After millions of years, why are carnivorous plants still so small?

Prey Size, Risk, and “Mama Bear” Limits

  • Larger mobile animals can usually escape and badly damage traps (breaking stalks, tearing sacs, crushing leaves).
  • Several reports of pitcher plants killing mice and even a monkey infant suggest small mammals are possible, but not reliable prey.
  • Some argue larger prey would trigger protective behavior from parents (“Mama Bear barrier”), raising plant damage risk. Others note many predators already target juveniles, so this is not a decisive argument.

Nutrient Economics & Habitat Constraints

  • Multiple comments align with the article: carnivory mainly supplements nitrogen (and sometimes phosphorus) in very poor, wet soils where growth is otherwise limited.
  • One perspective: photosynthesis already supplies far more energy than meat could, so bigger traps give diminishing returns.
  • Another detailed thread debates whether nitrogen or phosphorus is the key limiting nutrient in bogs/swamps; consensus in the thread: nitrogen is usually more limiting there, phosphorus less so.

Fungi, Roots, and Cultivation Observations

  • Anecdote from a commercial Venus flytrap grower: in nutrient-rich soil, cloned plants quickly died from fungal root attack, suggesting they’ve lost costly antifungal defenses adapted to “food desert” soils.
  • Others generalize with experiences of Madrone, mango, lychee, and houseplants: too much water and nutrients often lead to root rot.
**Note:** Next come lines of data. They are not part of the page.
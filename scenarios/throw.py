"""A fast overhand toss: a seated wearer cocks the hand beside the ear and throws a soft ball forward.

Our own clinic-like setting: late in rehabilitation, the wearer tosses a foam
ball to a therapist sitting opposite.  They lift the hand to beside the head
(shoulder flexed 110 deg, elbow folded), then sweep the arm forward and down in
0.45 s, extending the elbow and pronating the forearm, and let the arm settle
before bringing it back to the thigh.  The sweep asks for joint speeds (about
5 rad/s at the shoulder, 6.5 rad/s at the elbow) above the robot's own velocity
limits (3 and 4 rad/s): a stress test of transparency at speed, and of what the
``walls`` variant's velocity limits do to a wearer who moves faster.
"""

from sim import JointIntent, Scenario, Via, deg

# joints: gh flexion, gh abduction, gh rotation, elbow flexion, pronation, wrist flexion, wrist deviation
HAND_ON_THIGH = deg(15, 10, 0, 80, 0, 0, 0)
COCKED = deg(110, 10, 10, 120, 0, -20, 0)  # hand above the shoulder, wrist extended
FOLLOW_THROUGH = deg(40, -5, 20, 30, 30, 20, 0)  # arm forward and down, elbow nearly straight

SCENARIO = Scenario(
    name="throw",
    description="seated overhand toss: slow wind-up, 0.45 s sweep forward and down, slow return",
    subject="m50",
    intent=JointIntent(
        start_rad=HAND_ON_THIGH,
        start_hold_s=0.3,
        vias=(
            Via(COCKED, move_s=0.9, hold_s=0.3),
            Via(FOLLOW_THROUGH, move_s=0.45, hold_s=0.4),
            Via(HAND_ON_THIGH, move_s=1.0, hold_s=0.3),
        ),
    ),
    duration_s=3.65,
    controllers=("transparent", "gravity", "walls", "zero"),
)
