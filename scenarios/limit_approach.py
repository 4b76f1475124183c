"""Approaching a joint stop at speed: a seated wearer curls the forearm up fast, right to the robot's elbow stop.

Our own clinic-like setting: a quick biceps curl.  From a forearm lowered in
front of the body (elbow at 60 deg) the wearer folds the elbow in 0.5 s, at a
peak of about 5.5 rad/s, to half a degree short of the robot's elbow stop
(145 deg by default; the wearer's own range goes to 150), holds, and lowers the
forearm again.  Under the ``walls`` variant the joint-limit task must brake the
elbow early enough to keep it inside its range; the other variants leave the
robot to follow the wearer all the way.
"""

import math

from models.exo import EXO_JOINTS, ExoParams
from sim import JointIntent, Scenario, Via, deg

ELBOW = EXO_JOINTS.index("exo_elbow")  # shares its axis and sign with the wearer's elbow flexion
ELBOW_STOP_RAD = ExoParams().limits_rad()[1][ELBOW]  # the fitted robot keeps the default stops
SHORT_OF_STOP_RAD = math.radians(0.5)

# joints: gh flexion, gh abduction, gh rotation, elbow flexion, pronation, wrist flexion, wrist deviation
FOREARM_DOWN = deg(20, 5, 0, 60, 0, 0, 0)
CURLED = FOREARM_DOWN[:ELBOW] + (ELBOW_STOP_RAD - SHORT_OF_STOP_RAD,) + FOREARM_DOWN[ELBOW + 1:]

SCENARIO = Scenario(
    name="limit_approach",
    description="fast elbow curl (0.5 s, about 5.5 rad/s peak) to just short of the robot's elbow stop, and back",
    subject="m50",
    intent=JointIntent(
        start_rad=FOREARM_DOWN,
        start_hold_s=0.3,
        vias=(
            Via(CURLED, move_s=0.5, hold_s=0.8),
            Via(FOREARM_DOWN, move_s=0.8, hold_s=0.4),
        ),
    ),
    duration_s=2.8,
    controllers=("walls", "transparent", "gravity", "zero"),
)
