@numba.njit(cache=True)
def _sea_substep(state, q, v, u_cmd, par, phi, gam, gam1, smoothing, update, loop_dt, tau_out, saturated):
    """One substep of every joint's drive, in place; see the module docstring.

    ``state`` (4, n): motor angle [rad], motor speed [rad/s], motor torque [N m] (held between loop updates),
    joint speed at the last loop update [rad/s].  ``par`` (7, n): k_s, K_p, K_d, motor torque limit, Coulomb
    torque, and the feed-forwards' J_m and b_m (each zero without it).  ``phi`` (n, 2, 2), ``gam`` and ``gam1``
    (n, 2): the exact step of the linear motor for a unit held input and a unit ramp of input.  ``update``: the
    loop samples now, ``loop_dt`` [s] after the last sample.  Writes the spring torque over the substep into
    ``tau_out`` and, on an update, the saturation flags.
    """
    for i in range(q.shape[0]):
        th, om = state[0, i], state[1, i]
        k = par[0, i]
        ts = k * (th - q[i])
        if update:
            dts = k * (om - v[i])
            acc = (v[i] - state[3, i]) / loop_dt
            state[3, i] = v[i]
            tm = u_cmd[i] + par[1, i] * (u_cmd[i] - ts) - par[2, i] * dts + par[5, i] * acc + par[6, i] * v[i]
            lim = par[3, i]
            saturated[i] = abs(tm) > lim
            state[2, i] = -lim if tm < -lim else (lim if tm > lim else tm)
        u = state[2, i] - par[4, i] * math.tanh(om / smoothing) + k * q[i]
        u1 = k * v[i]  # the joint's motion over the substep, a ramp of the spring's input
        state[0, i] = phi[i, 0, 0] * th + phi[i, 0, 1] * om + gam[i, 0] * u + gam1[i, 0] * u1
        state[1, i] = phi[i, 1, 0] * th + phi[i, 1, 1] * om + gam[i, 1] * u + gam1[i, 1] * u1
        tau_out[i] = ts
Hydroponics is described as prone to algae/mold unless thoroughly sanitized.
  • Another commenter notes that most conventional plants depend on mycorrhizal fungi, unlike many carnivorous plants in extremely poor soils.

Broader and Borderline Carnivory

  • Examples raised of “quasi-carnivorous” or fertilizer-exploiting plants: brambles trapping sheep, coconut trees killing with falling nuts, devil’s-claw trees whose sticky seeds kill birds, trees and pitcher plants that attract animals to defecate into or near them.
  • Discussion on why there are few plant-on-plant predators points to the success of parasitic plants (like mistletoe) and the difficulty of evolving chewing/biting with rigid cell walls.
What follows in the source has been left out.